One of the most amazing attributes is how few people we encountered in our two-hour hike. A handful hiking up (including people who hiked over 11 km from Kandersteg!), a few bikes where the hiking trail merged with the main road, a couple of cars that paid the day-fee for entry. 

The valley is beautiful and peaceful with only the sound of the glacier fed Kander River. The rugged downhill trail has rocks and roots making for tricky footing but eventually gives way to the bottom of the glacial valley and a pleasant walk across pastureland at the end. We were welcomed by grazing cows and lively calves at the Hotel Waldhaus, a welcome site with full meal service and adult refreshments. 

Cross that off the list. Done and dusted! We are unlikely to repeat it, as good as it was, but I highly recommend it. If you follow our Easy-Hiker scale, this is a “4” on our scale of 1-to-3. 

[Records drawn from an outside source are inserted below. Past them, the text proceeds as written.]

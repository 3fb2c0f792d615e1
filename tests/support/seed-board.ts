import type { Stage, TriageState } from "@/db/schema";
import { ingestCandidate } from "@/lib/services/ingest-trigger";
import type { SessionUser } from "@/lib/auth/roles";
import { listSiteOptions } from "@/lib/data/tasks";
import { createTasks } from "@/lib/services/create-tasks";
import { transitionCandidate } from "@/lib/services/move-card";
import { taskKinds } from "@/db/schema";
import { candidatePayload } from "./candidate-payload";

/** A deterministic spread of fictional candidates over the board's columns (for the benchmark and local looks). */
export async function seedBoardCandidates(count: number, now: Date, actor: SessionUser | null, prefix = "BX"): Promise<string[]> {
  const ids: string[] = [];
  const stages: Stage[] = ["first-look", "early-warning", "confirmed", "revised", "first-look", "withdrawn"];
  const masses: Array<[number, number]> = [
    [1.5, 1.3],
    [1.4, 1.35],
    [8, 1.4],
    [30, 25],
    [12, 9],
    [3.8, 2.1],
  ];
  const states: TriageState[] = ["new", "acknowledged", "reviewing", "pursue", "dismissed", "expert"];
  const sites = await listSiteOptions();
  for (let i = 0; i < count; i++) {
    const receivedAt = new Date(now.getTime() - (count - i) * 47_000);
    const [mass1, mass2] = masses[i % masses.length] ?? [1.4, 1.3];
    const stage = stages[i % stages.length] ?? "first-look";
    const early = stage === "early-warning";
    const eventTime = new Date(receivedAt.getTime() + (early ? 120_000 : -5_000));
    const payload = candidatePayload({
      externalId: `${prefix}${String(i + 1).padStart(4, "0")}`,
      stage,
      eventTime,
      mass1,
      mass2,
      trackSeconds: mass1 > 5 ? 0.6 : 8,
      falseAlarmRatePerYear: 10 ** (-(i % 7)),
      networkSnr: 8 + (i % 13),
    });
    const result = await ingestCandidate(payload, receivedAt);
    ids.push(result.id);
    const target = states[(i * 7) % states.length] ?? "new";
    if (actor && target !== "new" && !(target === "pursue" && stage === "withdrawn")) {
      await transitionCandidate({ actor, candidateId: result.id, to: target, reason: "seeded", via: "api", now: receivedAt });
      if (target === "pursue") {
        const site = sites[i % Math.max(1, sites.length)];
        const drafts = [0, 1].map((k) => ({
          kind: taskKinds[(i + k) % taskKinds.length] ?? "other",
          siteId: k === 0 ? (site?.id ?? null) : null,
          windowStart: new Date(now.getTime() + 3600_000),
          windowEnd: new Date(now.getTime() + 9 * 3600_000),
          priority: 1 + ((i + k) % 3),
          notes: k === 0 ? "Tile the 90 % region, brightest galaxies first" : "",
        }));
        await createTasks(actor, result.id, drafts, receivedAt);
      }
    }
  }
  return ids;
}
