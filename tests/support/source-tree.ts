import { readdirSync, readFileSync } from "node:fs";
import path from "node:path";

/** Folders that ship in the product: what `next build`, `npm start` and the worker load. */
export const productFolders = ["app", "components", "lib", "db", "server"] as const;
/** Folders that only tooling may import. */
export const toolingFolders = ["fakes", "scripts", "tests", "bench"] as const;

const sourceFile = /\.(ts|tsx|mts|mjs|js)$/;

/** Every source file below the given folders of `root`, as paths relative to `root` with forward slashes. */
export function listSourceFiles(root: string, folders: readonly string[]): string[] {
  const out: string[] = [];
  const walk = (relative: string) => {
    let entries;
    try {
      entries = readdirSync(path.join(root, relative), { withFileTypes: true });
    } catch {
      return;
    }
    for (const entry of entries) {
      const child = `${relative}/${entry.name}`;
      if (entry.isDirectory()) walk(child);
      else if (sourceFile.test(entry.name) && !entry.name.endsWith(".d.ts")) out.push(child);
    }
  };
  for (const folder of folders) walk(folder);
  return out.sort();
}

export interface ImportSite {
  specifier: string;
  /** the specifier resolved to a root-relative path, or null for a package */
  target: string | null;
  line: number;
}

const staticImport = /(?:^|[\s;])(?:import|export)\s[^'"`;]*?\bfrom\s*["']([^"']+)["']|(?:^|[\s;])import\s*["']([^"']+)["']/g;
const dynamicImport = /\bimport\(\s*([^)]*?)\s*[,)]/g;

/** The module specifiers a source text names, resolved against its file; `dynamic` lists import() whose argument is not a string literal. */
export function readImports(file: string, text: string): { imports: ImportSite[]; dynamic: number[] } {
  const lineAt = (index: number) => text.slice(0, index).split("\n").length;
  const resolve = (specifier: string): string | null => {
    if (specifier.startsWith("@/")) return specifier.slice(2);
    if (specifier.startsWith(".")) return path.posix.normalize(path.posix.join(path.posix.dirname(file), specifier));
    return null;
  };
  const imports: ImportSite[] = [];
  const dynamic: number[] = [];
  for (const match of text.matchAll(staticImport)) {
    const specifier = match[1] ?? match[2];
    if (specifier) imports.push({ specifier, target: resolve(specifier), line: lineAt(match.index ?? 0) });
  }
  for (const match of text.matchAll(dynamicImport)) {
    const argument = (match[1] ?? "").replace(/\/\*.*?\*\//g, "").trim();
    const literal = /^(["'])([^"'`]+)\1$/.exec(argument);
    if (literal?.[2]) imports.push({ specifier: literal[2], target: resolve(literal[2]), line: lineAt(match.index ?? 0) });
    else dynamic.push(lineAt(match.index ?? 0));
  }
  return { imports, dynamic };
}

export function readSource(root: string, file: string): string {
  return readFileSync(path.join(root, file), "utf8");
}
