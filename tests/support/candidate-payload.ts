import type { Stage } from "@/db/schema";
import { chirpMassFromComponents, pnChirpFrequencyAt } from "@/lib/physics";
import type { FeedCandidate } from "@/lib/validations/feed";

export interface PayloadOptions {
  externalId: string;
  revision?: number;
  stage?: Stage;
  eventTime?: Date;
  mass1?: number;
  mass2?: number;
  falseAlarmRatePerYear?: number;
  networkSnr?: number;
  /** seconds of track before eventTime (the track ends 0.05 s before it) */
  trackSeconds?: number;
}

/**
 * A feed payload for a fictional candidate whose track follows the 3.5PN TaylorT4 chirp of its masses exactly
 * (Peters & Mathews 1963, through lib/physics), so the fit has something real to find.
 */
export function candidatePayload(o: PayloadOptions): FeedCandidate {
  const mass1 = o.mass1 ?? 1.5;
  const mass2 = o.mass2 ?? 1.3;
  const chirpMass = chirpMassFromComponents(mass1, mass2);
  const span = o.trackSeconds ?? 8;
  const t: number[] = [];
  const f: number[] = [];
  for (let i = 0; i < 64; i++) {
    const ti = -span + (i * (span - 0.05)) / 63;
    t.push(Number(ti.toFixed(4)));
    f.push(Number(pnChirpFrequencyAt(chirpMass, (mass1 * mass2) / (mass1 + mass2) ** 2, 0, ti).toFixed(3)));
  }
  return {
    source: "test-pipe",
    externalId: o.externalId,
    revision: o.revision ?? 1,
    stage: o.stage ?? "first-look",
    eventTime: (o.eventTime ?? new Date()).toISOString(),
    detectors: ["N1", "S1"],
    networkSnr: o.networkSnr ?? 12.5,
    falseAlarmRatePerYear: o.falseAlarmRatePerYear ?? 0.01,
    frequencyTrack: { t, f },
    masses: { m1: { mean: mass1, sd: 0.1 }, m2: { mean: mass2, sd: 0.1 } },
    distanceMpc: { mean: 120, sd: 30 },
  };
}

The challenging hike at Pontresina accomplished last week (see On the road again) was also a list item. Returning to Pontresina was a list item as well, our first visit in 2018 being inspiration for a repeat. (See Postcard from Switzerland.)   In fact, this year’s visit to Pontresina has inspired us to put it on the short list for a 2024 return. There’s lots more to explore in the area and being able to speak Italian is a big draw for me.

This trip we also checked off Appenzell (lovely to visit but likely only once), Mount Niesen (no hiking but incredible views), and we are on our way to Annecy, France, which has intrigued me for a few years but has been hard to work into our annual itinerary. Eating French cuisine is a huge draw as well as the alpine environment. 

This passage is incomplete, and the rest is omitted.